━━━━━ DATA SHOWN ━━━━━

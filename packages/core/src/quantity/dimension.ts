/**
 * A physical dimension as exponents of the four base units the library works in. Volt and ampere
 * are the natural base of a circuit: resistance is V/A, capacitance A·s/V, power V·A.
 */
export interface Dimension {
  readonly volt: number;
  readonly ampere: number;
  readonly second: number;
  readonly kelvin: number;
}

const dimension = (volt: number, ampere: number, second: number, kelvin: number): Dimension => ({
  volt,
  ampere,
  second,
  kelvin,
});

/** Names of {@link dimensions}. */
export type DimensionName =
  | 'ratio'
  | 'voltage'
  | 'current'
  | 'time'
  | 'temperature'
  | 'frequency'
  | 'resistance'
  | 'conductance'
  | 'capacitance'
  | 'power'
  | 'frequencyPerVolt'
  | 'perKelvin';

/** The dimensions that have a name of their own. */
export const dimensions: Readonly<Record<DimensionName, Dimension>> = {
  ratio: dimension(0, 0, 0, 0),
  voltage: dimension(1, 0, 0, 0),
  current: dimension(0, 1, 0, 0),
  time: dimension(0, 0, 1, 0),
  temperature: dimension(0, 0, 0, 1),
  frequency: dimension(0, 0, -1, 0),
  resistance: dimension(1, -1, 0, 0),
  conductance: dimension(-1, 1, 0, 0),
  capacitance: dimension(-1, 1, 1, 0),
  power: dimension(1, 1, 0, 0),
  frequencyPerVolt: dimension(-1, 0, -1, 0),
  perKelvin: dimension(0, 0, 0, -1),
};

/** Whether two dimensions are the same. */
export function sameDimension(a: Dimension, b: Dimension): boolean {
  return a.volt === b.volt && a.ampere === b.ampere && a.second === b.second && a.kelvin === b.kelvin;
}

/** Whether a dimension is that of a bare number. */
export function isRatio(a: Dimension): boolean {
  return sameDimension(a, dimensions.ratio);
}

/** Dimension of a product. */
export function timesDimension(a: Dimension, b: Dimension): Dimension {
  return dimension(a.volt + b.volt, a.ampere + b.ampere, a.second + b.second, a.kelvin + b.kelvin);
}

/** Dimension of a quotient. */
export function overDimension(a: Dimension, b: Dimension): Dimension {
  return dimension(a.volt - b.volt, a.ampere - b.ampere, a.second - b.second, a.kelvin - b.kelvin);
}

/** Dimension of a power; `exponent` may be fractional (a square root is ½). */
export function powerDimension(a: Dimension, exponent: number): Dimension {
  return dimension(a.volt * exponent, a.ampere * exponent, a.second * exponent, a.kelvin * exponent);
}

const named: readonly (readonly [Dimension, string])[] = [
  [dimensions.ratio, '1'],
  [dimensions.voltage, 'V'],
  [dimensions.current, 'A'],
  [dimensions.time, 's'],
  [dimensions.temperature, 'K'],
  [dimensions.frequency, 'Hz'],
  [dimensions.resistance, 'Ω'],
  [dimensions.conductance, 'S'],
  [dimensions.capacitance, 'F'],
  [dimensions.power, 'W'],
  [dimensions.frequencyPerVolt, 'Hz/V'],
  [dimensions.perKelvin, '1/K'],
];

const superscripts: Readonly<Record<string, string>> = {
  '-': '⁻',
  '.': '·',
  '0': '⁰',
  '1': '¹',
  '2': '²',
  '3': '³',
  '4': '⁴',
  '5': '⁵',
  '6': '⁶',
  '7': '⁷',
  '8': '⁸',
  '9': '⁹',
};

/** The unit of a dimension in text: `V`, `Ω`, `V/s`, or base units with exponents (`V·A⁻²`). */
export function formatDimension(a: Dimension): string {
  for (const [known, symbol] of named) if (sameDimension(known, a)) return symbol;
  const perSecond = timesDimension(a, dimensions.time);
  for (const [known, symbol] of named) if (sameDimension(known, perSecond)) return `${symbol}/s`;
  const parts = (['volt', 'ampere', 'second', 'kelvin'] as const).flatMap((base, index) => {
    const exponent = a[base];
    if (exponent === 0) return [];
    const symbol = 'VAsK'[index] as string;
    if (exponent === 1) return [symbol];
    return [symbol + [...String(exponent)].map((digit) => superscripts[digit] ?? digit).join('')];
  });
  return parts.join('·');
}
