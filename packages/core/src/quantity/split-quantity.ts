import { TailpairError } from './error.ts';
import { prefixes } from './unit.ts';

/** A value's text taken apart: its number is `mantissa`·10^`exponent`, its unit not yet looked up. */
export interface SplitQuantity {
  readonly mantissa: string;
  readonly exponent: number;
  readonly unit: string;
}

/** Longer than any value; keeps the patterns below cheap on whatever is handed in. */
const longest = 64;

const plain = /^([-+]?(?:\d+\.?\d*|\.\d+))(?:[eE]([-+]?\d+))?\s*(.*)$/s;

/** IEC 60062: a letter stands where the decimal point would, `4k7`, `p33`. */
const letterCode = /^([-+]?)(\d*)(\p{L})(\d+)\s*(.*)$/su;

/** A text as an error shows it: in quotes, control characters spelt out, cut where it is long. */
export function quoted(text: string): string {
  return JSON.stringify(text.length > longest ? `${text.slice(0, longest)}…` : text);
}

function splitLetterCode(text: string): SplitQuantity | undefined {
  const code = letterCode.exec(text);
  if (!code) return undefined;
  const [, sign = '', whole, letter = '', fraction, unit = ''] = code;
  const mantissa = `${sign}${whole || '0'}.${fraction}`;
  if (letter === 'R' || letter === 'F') return { mantissa, exponent: 0, unit: letter + unit };
  if (letter === 'K') return { mantissa, exponent: 0, unit: `k${unit}` };
  return prefixes.has(letter) ? { mantissa, exponent: 0, unit: letter + unit } : undefined;
}

/**
 * Takes a value's text apart into number and unit. The letter codes of IEC 60062:2016 come out as
 * what they mean, `4k7` as 4.7 with the unit `k`. The typographic minus (U+2212) is read.
 *
 * @throws TailpairError `quantity-text` where there is no number or more than one, a decimal comma
 *   or a separator of thousands
 */
export function splitQuantity(input: string, where?: string): SplitQuantity {
  const text = input.replaceAll('\u2212', '-').trim();
  const refuse = (message: string): TailpairError => new TailpairError('quantity-text', message, { where });
  if (text === '') throw refuse('the value is empty; write a number with its unit, such as 10 mV');
  if (text.length > longest) {
    throw refuse(`${quoted(text)} is too long for a value; write a number with its unit, such as 10 mV`);
  }
  if (/\d\s*[,'_]\s*\d/.test(text)) {
    throw refuse(
      `${quoted(text)} is not clear; write decimals with a point and thousands without a separator, such as 1.5 kHz`,
    );
  }
  const code = splitLetterCode(text);
  if (code) return code;
  const match = plain.exec(text);
  if (!match)
    throw refuse(`${quoted(text)} does not start with a number; write one with its unit, such as 10 mV`);
  const [, mantissa = '', exponent = '0', unit = ''] = match;
  if (/\d/.test(unit)) {
    throw refuse(
      `${quoted(text)} holds more than one number; write one with its unit, thousands closed up, such as 3.3 V or 10000 Hz`,
    );
  }
  return { mantissa, exponent: Math.max(-9999, Math.min(Number(exponent), 9999)), unit };
}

━━━━━

In this exercise, repeat the entries above verbatim.

YOUR RESPONSE
filename packages/core/src/quantity/dimension.ts
/**
 * A physical dimension as exponents of the four base units the library works in. Volt and ampere
 * are the natural base of a circuit: resistance is V/A, capacitance A·s/V, power V·A.
 */
export interface Dimension {
  readonly volt: number;
  readonly ampere: number;
  readonly second: number;
  readonly kelvin: number;
}

const dimension = (volt: number, ampere: number, second: number, kelvin: number): Dimension => ({
  volt,
  ampere,
  second,
  kelvin,
});

/** Names of {@link dimensions}. */
export type DimensionName =
  | 'ratio'
  | 'voltage'
  | 'current'
  | 'time'
  | 'temperature'
  | 'frequency'
  | 'resistance'
  | 'conductance'
  | 'capacitance'
  | 'power'
  | 'frequencyPerVolt'
  | 'perKelvin';

/** The dimensions that have a name of their own. */
export const dimensions: Readonly<Record<DimensionName, Dimension>> = {
  ratio: dimension(0, 0, 0, 0),
  voltage: dimension(1, 0, 0, 0),
  current: dimension(0, 1, 0, 0),
  time: dimension(0, 0, 1, 0),
  temperature: dimension(0, 0, 0, 1),
  frequency: dimension(0, 0, -1, 0),
  resistance: dimension(1, -1, 0, 0),
  conductance: dimension(-1, 1, 0, 0),
  capacitance: dimension(-1, 1, 1, 0),
  power: dimension(1, 1, 0, 0),
  frequencyPerVolt: dimension(-1, 0, -1, 0),
  perKelvin: dimension(0, 0, 0, -1),
};

/** Whether two dimensions are the same. */
export function sameDimension(a: Dimension, b: Dimension): boolean {
  return a.volt === b.volt && a.ampere === b.ampere && a.second === b.second && a.kelvin === b.kelvin;
}

/** Whether a dimension is that of a bare number. */
export function isRatio(a: Dimension): boolean {
  return sameDimension(a, dimensions.ratio);
}

/** Dimension of a product. */
export function timesDimension(a: Dimension, b: Dimension): Dimension {
  return dimension(a.volt + b.volt, a.ampere + b.ampere, a.second + b.second, a.kelvin + b.kelvin);
}

/** Dimension of a quotient. */
export function overDimension(a: Dimension, b: Dimension): Dimension {
  return dimension(a.volt - b.volt, a.ampere - b.ampere, a.second - b.second, a.kelvin - b.kelvin);
}

/** Dimension of a power; `exponent` may be fractional (a square root is ½). */
export function powerDimension(a: Dimension, exponent: number): Dimension {
  return dimension(a.volt * exponent, a.ampere * exponent, a.second * exponent, a.kelvin * exponent);
}

const named: readonly (readonly [Dimension, string])[] = [
  [dimensions.ratio, '1'],
  [dimensions.voltage, 'V'],
  [dimensions.current, 'A'],
  [dimensions.time, 's'],
  [dimensions.temperature, 'K'],
  [dimensions.frequency, 'Hz'],
  [dimensions.resistance, 'Ω'],
  [dimensions.conductance, 'S'],
  [dimensions.capacitance, 'F'],
  [dimensions.power, 'W'],
  [dimensions.frequencyPerVolt, 'Hz/V'],
  [dimensions.perKelvin, '1/K'],
];

const superscripts: Readonly<Record<string, string>> = {
  '-': '⁻',
  '.': '·',
  '0': '⁰',
  '1': '¹',
  '2': '²',
  '3': '³',
  '4': '⁴',
  '5': '⁵',
  '6': '⁶',
  '7': '⁷',
  '8': '⁸',
  '9': '⁹',
};

/** The unit of a dimension in text: `V`, `Ω`, `V/s`, or base units with exponents (`V·A⁻²`). */
export function formatDimension(a: Dimension): string {
  for (const [known, symbol] of named) if (sameDimension(known, a)) return symbol;
  const perSecond = timesDimension(a, dimensions.time);
  for (const [known, symbol] of named) if (sameDimension(known, perSecond)) return `${symbol}/s`;
  const parts = (['volt', 'ampere', 'second', 'kelvin'] as const).flatMap((base, index) => {
    const exponent = a[base];
    if (exponent === 0) return [];
    const symbol = 'VAsK'[index] as string;
    if (exponent === 1) return [symbol];
    return [symbol + [...String(exponent)].map((digit) => superscripts[digit] ?? digit).join('')];
  });
  return parts.join('·');
}
filename packages/core/src/quantity/split-quantity.ts
import { TailpairError } from './error.ts';
import { prefixes } from './unit.ts';

/** A value's text taken apart: its number is `mantissa`·10^`exponent`, its unit not yet looked up. */
export interface SplitQuantity {
  readonly mantissa: string;
  readonly exponent: number;
  readonly unit: string;
}

/** Longer than any value; keeps the patterns below cheap on whatever is handed in. */
const longest = 64;

const plain = /^([-+]?(?:\d+\.?\d*|\.\d+))(?:[eE]([-+]?\d+))?\s*(.*)$/s;

/** IEC 60062: a letter stands where the decimal point would, `4k7`, `p33`. */
const letterCode = /^([-+]?)(\d*)(\p{L})(\d+)\s*(.*)$/su;

/** A text as an error shows it: in quotes, control characters spelt out, cut where it is long. */
export function quoted(text: string): string {
  return JSON.stringify(text.length > longest ? `${text.slice(0, longest)}…` : text);
}

function splitLetterCode(text: string): SplitQuantity | undefined {
  const code = letterCode.exec(text);
  if (!code) return undefined;
  const [, sign = '', whole, letter = '', fraction, unit = ''] = code;
  const mantissa = `${sign}${whole || '0'}.${fraction}`;
  if (letter === 'R' || letter === 'F') return { mantissa, exponent: 0, unit: letter + unit };
  if (letter === 'K') return { mantissa, exponent: 0, unit: `k${unit}` };
  return prefixes.has(letter) ? { mantissa, exponent: 0, unit: letter + unit } : undefined;
}

/**
 * Takes a value's text apart into number and unit. The letter codes of IEC 60062:2016 come out as
 * what they mean, `4k7` as 4.7 with the unit `k`. The typographic minus (U+2212) is read.
 *
 * @throws TailpairError `quantity-text` where there is no number or more than one, a decimal comma
 *   or a separator of thousands
 */
export function splitQuantity(input: string, where?: string): SplitQuantity {
  const text = input.replaceAll('\u2212', '-').trim();
  const refuse = (message: string): TailpairError => new TailpairError('quantity-text', message, { where });
  if (text === '') throw refuse('the value is empty; write a number with its unit, such as 10 mV');
  if (text.length > longest) {
    throw refuse(`${quoted(text)} is too long for a value; write a number with its unit, such as 10 mV`);
  }
  if (/\d\s*[,'_]\s*\d/.test(text)) {
    throw refuse(
      `${quoted(text)} is not clear; write decimals with a point and thousands without a separator, such as 1.5 kHz`,
    );
  }
  const code = splitLetterCode(text);
  if (code) return code;
  const match = plain.exec(text);
  if (!match)
    throw refuse(`${quoted(text)} does not start with a number; write one with its unit, such as 10 mV`);
  const [, mantissa = '', exponent = '0', unit = ''] = match;
  if (/\d/.test(unit)) {
    throw refuse(
      `${quoted(text)} holds more than one number; write one with its unit, thousands closed up, such as 3.3 V or 10000 Hz`,
    );
  }
  return { mantissa, exponent: Math.max(-9999, Math.min(Number(exponent), 9999)), unit };
}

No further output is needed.